The antioxidant effects of decursin inhibit EndMT progression through PI3K/AKT/NF-κB and Smad signaling pathways.

Endothelial cells (ECs) undergo endothelial-to-mesenchymal transition (EndMT) during the pathophysiology of cardiovascular diseases, a complex cellular transdifferentiation process closely associated with increased oxidative stress under adverse conditions such as myocardial infarction (MI). Decursin, a major constituent of Angelica gigas Nakai, displays diverse pharmacological properties. This study aimed to examine the antioxidant impact of decursin on EndMT regulation in both in vitro and in vivo models as a potential therapeutic strategy for MI. In vitro the inhibitory effects of decursin treatment were analyzed by measuring the expression of EndMT-associated genes, assessing endothelial function, intracellular ROS levels, and mitochondrial membrane potential.
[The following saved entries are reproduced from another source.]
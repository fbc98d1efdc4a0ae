/**
 * Spectator moves fitted to the layers (README "Interaction plan, spectators, layers").
 *
 * Each edge is planned on its own (./interaction/plan-edge.ts): besides the spectator moves a
 * rule asks for, it moves spectators only to lower its own estimated error (budgetMoves). Such a
 * move occupies the spectator for the gate's slot, so no other gate touching that qubit can share
 * the layer (./layers.ts, conflict kind 'spectator'); on a chip these optional moves can double
 * the layer count, and every qubit then idles longer in each cycle. The reference cycle's error
 * (./cycle-budget.ts) weighs both: the gates' errors and the idles over the cycle's duration.
 *
 * Spectators two gates move to the very same point do not keep the gates apart (./layers.ts), so
 * the fitting builds two more candidates and keeps, of the three, the one of least predicted
 * cycle error (ties: the earlier):
 *   planned  the edges as each planned itself;
 *   aligned  each spectator moved by two or more gates goes, for every gate that still holds its
 *            rules there, to the one point among theirs that the most of them accept
 *            (alignSpectatorPoints);
 *   fitted   the optional moves fitted to the layers of the aligned edges, then aligned again:
 *     1. every edge that made an optional move is evaluated again without its optional moves,
 *        and the layers of these plans are coloured (the moves a rule asks for stay);
 *     2. edge by edge (in edge order), the edge keeps those of its optional moves no other gate
 *        of its layer touches, when the result holds its rules and conflicts with no gate of its
 *        layer (./layers.ts gatesConflict, tested there as conflictKind), else it keeps its plan from step 1;
 *     3. the layers are coloured again starting from that assignment (repaired where needed).
 * Deterministic: the same plans and seed give the same result.
 */
import { BUDGET_MOVE_REASON, withSpectatorPointsDraft, withoutSpectators, type EdgeContext, type EdgePlan, type EdgePlanDraft, type ParkedSpectator } from './interaction/plan-edge.js';
import { ConflictCache, conflictKind, explainLayers, nearLists, planLayers, touchedQubits, type LayerPlan } from './layers.js';

export interface FittedLayers {
  edges: EdgePlan[];
  layers: LayerPlan;
  /** What the fitting did (null when it did not run: no spectator move, or layers at the lower bound). */
  fitting: LayerFitting | null;
}

export interface LayerFitting {
  /** Layers and predicted cycle error of the plan as each edge planned itself, with shared spectator points, and with optional moves fitted to the layers too. */
  planned: FittingStep;
  aligned: FittingStep;
  fitted: FittingStep;
  /** Which one the plan keeps. */
  kept: 'planned' | 'aligned' | 'fitted';
}

export interface FittingStep {
  layers: number;
  cycleError: number;
  /** Spectator moves in all, and those made only for a lower estimated error. */
  moves: number;
  optionalMoves: number;
}

/** The spectators an edge plan moved only for a lower estimated error (no rule asked for it). */
export const optionalMoves = (e: EdgePlan): number[] => e.parked.filter((p) => p.reason === BUDGET_MOVE_REASON).map((p) => p.qubit);

type CycleError = (edges: readonly EdgePlan[], layers: LayerPlan) => number;

export function fitMovesToLayers(
  ec: EdgeContext,
  edges: readonly EdgePlan[],
  parkingF12: readonly number[],
  parkingGHz: ArrayLike<number>,
  /** The predicted cycle error of a set of edge plans in given layers (./plan-budget.ts). */
  cycleError: CycleError,
  /** false: the kept layers without their kind-by-kind explanation (its counts NaN: planLayers with explain false), for callers that do not report it. */
  explain = true,
): FittedLayers {
  const { ctx } = ec;
  // the candidates share most plan objects: their moved qubits and pair conflicts are worked out once
  const cache = new ConflictCache(parkingF12, parkingGHz);
  const quiet = { explain: false, cache };
  const layers = planLayers(ctx, edges, parkingF12, parkingGHz, 1, undefined, quiet);
  const explained = (list: readonly EdgePlan[], l: LayerPlan): LayerPlan => (explain ? explainLayers(ctx, list, parkingF12, parkingGHz, l, 1, cache) : l);
  if (!edges.some((e) => e.parked.length > 0) || layers.layers.length <= layers.lowerBound) return { edges: [...edges], layers: explained(edges, layers), fitting: null };
  const step = (list: readonly EdgePlan[], l: LayerPlan): FittingStep => ({
    layers: l.layers.length,
    cycleError: cycleError(list, l),
    moves: list.reduce((a, e) => a + e.parked.length, 0),
    optionalMoves: list.reduce((a, e) => a + optionalMoves(e).length, 0),
  });
  const planned = { edges: [...edges], layers, step: step(edges, layers) };
  const moves: SpectatorMoveMemo = new WeakMap();
  const alignedEdges = alignSpectatorPoints(ec, edges, moves);
  // (aligning changed no plan: the same plans give the same layers and cycle error, not coloured again)
  const unchanged = samePlans(alignedEdges, edges);
  const alignedLayers = unchanged ? copyLayers(layers) : planLayers(ctx, alignedEdges, parkingF12, parkingGHz, 1, undefined, quiet);
  const aligned = { edges: alignedEdges, layers: alignedLayers, step: unchanged ? { ...planned.step } : step(alignedEdges, alignedLayers) };
  const fit = fitOptionalMoves(ec, alignedEdges, cache);
  // the fitting's layers are the start (planLayers repairs them where aligning again split a shared point)
  const fittedEdges = alignSpectatorPoints(ec, fit.edges, moves);
  const fittedLayers = planLayers(ctx, fittedEdges, parkingF12, parkingGHz, 1, fit.layerOf, quiet);
  const fitted = { edges: fittedEdges, layers: fittedLayers, step: step(fittedEdges, fittedLayers) };
  const all = { planned, aligned, fitted } as const;
  let kept: LayerFitting['kept'] = 'planned';
  for (const k of ['aligned', 'fitted'] as const) if (all[k].step.cycleError < all[kept].step.cycleError) kept = k;
  const keptLayers = explained(all[kept].edges, all[kept].layers);
  return { edges: all[kept].edges, layers: keptLayers, fitting: { planned: planned.step, aligned: aligned.step, fitted: fitted.step, kept } };
}

/** The same plan objects in the same order. */
const samePlans = (a: readonly EdgePlan[], b: readonly EdgePlan[]): boolean => a.length === b.length && a.every((x, i) => x === b[i]);

/** A copy of a layer plan (its lists new). */
const copyLayers = (l: LayerPlan): LayerPlan => ({ ...l, layerOf: [...l.layerOf], layers: l.layers.map((x) => [...x]), explanation: { ...l.explanation, pairs: { ...l.explanation.pairs } } });

/**
 * One temporary point per spectator where the gates allow it: for each spectator moved by two or
 * more gates (in qubit order), the point among theirs that the most of those gates accept (their
 * rules still hold there; ties: the lower sum of their estimated errors, then the lower
 * frequency); each gate that accepts it moves the spectator there.
 */
export function alignSpectatorPoints(ec: EdgeContext, edges: readonly EdgePlan[], memo: SpectatorMoveMemo = new WeakMap()): EdgePlan[] {
  const out = [...edges];
  const users = new Map<number, number[]>();
  out.forEach((e, k) => {
    for (const p of e.parked) {
      let list = users.get(p.qubit);
      if (!list) users.set(p.qubit, (list = []));
      list.push(k);
    }
  });
  for (const S of [...users.keys()].sort((a, b) => a - b)) {
    const list = users.get(S)!;
    if (list.length < 2) continue;
    const pointOf = (k: number) => out[k].parked.find((p) => p.qubit === S)!;
    const points = [...new Map(list.map((k) => [pointOf(k).fGHz, pointOf(k)])).values()].sort((a, b) => a.fGHz - b.fGHz);
    if (points.length < 2) continue;
    // (candidates are compared by score; only the kept point's plans are built: EdgePlanDraft)
    let best: { accepted: (EdgePlan | EdgePlanDraft)[]; who: number[]; error: number } | null = null;
    for (const at of points) {
      const accepted: (EdgePlan | EdgePlanDraft)[] = [];
      const who: number[] = [];
      let error = 0;
      let lost = false;
      for (let j = 0; j < list.length; j++) {
        // (a point that can no longer beat the best so far is left: even if every gate left
        // accepted it, it would gather fewer gates, or as many with an error sum (estimates are
        // >= 0, so the sum only grows) already no lower; the choice is the one evaluating all)
        const most = who.length + list.length - j;
        if (best && (most < best.who.length || (most === best.who.length && error >= best.error))) {
          lost = true;
          break;
        }
        const k = list[j];
        const e = pointOf(k).fGHz === at.fGHz ? out[k] : movedTo(ec, memo, out[k], S, at);
        if (!e) continue;
        accepted.push(e);
        who.push(k);
        error += e.score;
      }
      if (lost) continue;
      if (!best || who.length > best.who.length || (who.length === best.who.length && error < best.error)) best = { accepted, who, error };
    }
    if (best && best.who.length >= 2) best.who.forEach((k, i) => (out[k] = planOf(best!.accepted[i])));
  }
  return out;
}

/**
 * withSpectatorPointsDraft(ec, plan, {S: at}) remembered per plan object, spectator and point (the
 * fitting aligns twice, the second time mostly the same plans): the same score and plan (one
 * object, built when a point is kept) or null as evaluating it again, as long as `ec` is the same
 * (one memo per fitMovesToLayers call).
 */
export type SpectatorMoveMemo = WeakMap<EdgePlan, Map<number, Map<number, { flux: number; f12GHz: number; result: EdgePlanDraft | null }>>>;

/** The plan of a draft (built once: the same object every time), or the plan itself. */
const planOf = (e: EdgePlan | EdgePlanDraft): EdgePlan => ('plan' in e && typeof e.plan === 'function' ? e.plan() : (e as EdgePlan));

function movedTo(ec: EdgeContext, memo: SpectatorMoveMemo, plan: EdgePlan, S: number, at: Pick<ParkedSpectator, 'fGHz' | 'flux' | 'f12GHz'>): EdgePlanDraft | null {
  // (keyed by spectator, then by f01 as a number: distinct doubles are distinct keys, 0 and -0
  // one, as their decimal strings were)
  let byQubit = memo.get(plan);
  if (!byQubit) memo.set(plan, (byQubit = new Map()));
  let row = byQubit.get(S);
  if (!row) byQubit.set(S, (row = new Map()));
  const hit = row.get(at.fGHz);
  if (hit && hit.flux === at.flux && hit.f12GHz === at.f12GHz) return hit.result;
  const result = withSpectatorPointsDraft(ec, plan, new Map([[S, at]]));
  row.set(at.fGHz, { flux: at.flux, f12GHz: at.f12GHz, result });
  return result;
}

/**
 * Optional moves fitted to the layers (steps 1-2 of the banner): the layers of the edges without
 * optional moves, then each edge's optional moves back where its layer carries them. Edges are
 * evaluated again with fewer spectators moved, not planned again (the moves a rule asked for
 * stay where they are); an edge whose rules would break keeps its moves.
 */
export function fitOptionalMoves(ec: EdgeContext, edges: readonly EdgePlan[], cache: ConflictCache): { edges: EdgePlan[]; layerOf?: Int32Array } {
  const { ctx } = ec;
  const { parkingF12, parkingGHz } = cache;
  const withMoves = edges.map((e, k) => (optionalMoves(e).length > 0 ? k : -1)).filter((k) => k >= 0);
  if (withMoves.length === 0) return { edges: [...edges] };
  // 1. without optional moves
  const fitted = [...edges];
  for (const k of withMoves) fitted[k] = withoutSpectators(ec, edges[k], new Set(optionalMoves(edges[k]))) ?? edges[k];
  const bare = planLayers(ctx, fitted, parkingF12, parkingGHz, 1, undefined, { explain: false, cache });
  const layerOf = Int32Array.from(bare.layerOf);
  // 2. optional moves back where the layers carry them
  const members: number[][] = Array.from({ length: bare.layers.length }, () => []);
  layerOf.forEach((c, j) => members[c].push(j));
  // per layer, how many of its plans occupy each qubit (touchedQubits), kept up to date as plans
  // are replaced: a qubit is busy for plan k when a plan of k's layer other than k occupies it
  // (a plan occupies a qubit at most once), the set of the other plans' qubits without building it
  const occupancy = members.map((list) => {
    const count = new Int32Array(ctx.n);
    for (const j of list) for (const q of touchedQubits(fitted[j])) count[q]++;
    return count;
  });
  // per qubit, the plans occupying it (kept up to date as plans are replaced): a plan can conflict
  // with a candidate only by occupying one of the candidate's qubits or a neighbour or next-nearest
  // neighbour of a qubit the candidate moves (./layers.ts rules a-c), so only those are tested
  const occupants: number[][] = Array.from({ length: ctx.n }, () => []);
  fitted.forEach((g, j) => {
    for (const q of touchedQubits(g)) occupants[q].push(j);
  });
  const near = nearLists(ctx);
  const seen = new Int32Array(fitted.length).fill(-1);
  for (const k of withMoves) {
    if (fitted[k] === edges[k]) continue;
    const count = occupancy[layerOf[k]];
    const own = fitted[k];
    const dropped = new Set(optionalMoves(edges[k]).filter((q) => count[q] - (occupies(own, q) ? 1 : 0) > 0));
    if (dropped.size === optionalMoves(edges[k]).length) continue;
    const candidate = dropped.size === 0 ? edges[k] : withoutSpectators(ec, edges[k], dropped);
    if (!candidate) continue;
    const moved = cache.movedOf(ctx, candidate);
    // (conflictKind is null exactly when gatesConflict is false for plans that do not park their own
    // mover or partner, which no planned gate does: the same rules without sets; tested)
    // (whether any plan of its layer clashes: the plans that can are tested, each once)
    let clash = false;
    const layer = layerOf[k];
    const test = (q: number): boolean => {
      for (const j of occupants[q]) {
        if (j === k || seen[j] === k || layerOf[j] !== layer) continue;
        seen[j] = k;
        if (conflictKind(ctx, candidate, moved, fitted[j], cache.movedOf(ctx, fitted[j])) !== null) return true;
      }
      return false;
    };
    for (const q of touchedQubits(candidate)) if ((clash = test(q))) break;
    if (!clash) {
      outer: for (const x of moved) {
        const list = near[x.qubit];
        for (let i = 0; i < list.length; i++) if ((clash = test(list[i]))) break outer;
      }
    }
    if (!clash) {
      for (const q of touchedQubits(own)) {
        count[q]--;
        occupants[q].splice(occupants[q].indexOf(k), 1);
      }
      for (const q of touchedQubits(candidate)) {
        count[q]++;
        occupants[q].push(k);
      }
      fitted[k] = candidate;
    }
  }
  return { edges: fitted, layerOf };
}

/** True when plan g occupies qubit q (touchedQubits(g) includes q). */
function occupies(g: EdgePlan, q: number): boolean {
  if (q === g.mover || q === g.partner) return true;
  for (let i = 0; i < g.parked.length; i++) if (g.parked[i].qubit === q) return true;
  return false;
}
Furthermore, the study elucidated antioxidation-related signaling mechanisms within EndMT-induced ECs. In vivo, the therapeutic potential of decursin was investigated using a mouse model of MI. Decursin administration attenuated the EndMT process by upregulating CD31 and VE-Cadherin while decreasing fibronectin and α-SMA expression in EndMT-induced ECs. It also lowered ROS levels, preserved mitochondrial membrane potential, and modulated functional properties, resulting in enhanced LDL uptake and diminished endothelial permeability. Endothelial integrity was sustained via regulation of the PI3K/AKT/NF-κB and Smad-dependent signaling pathways, both responsive to oxidative stress during EndMT. In the MI mouse model, decursin reversed EndMT, lessened myocardial fibrosis and apoptosis, and promoted recovery of infarcted regions. The treated hearts demonstrated improved cardiovascular performance. Decursin represents a novel therapeutic strategy targeting intracellular oxidative stress induced by EndMT. By exerting antioxidant activity through the PI3K/AKT/NF-κB and Smaddependent pathways, decursin maintains endothelial function, suppresses myocardial fibrosis, and supports cardiac recovery following MI therapy. [BMB Reports 2025; 58(9): 406-414].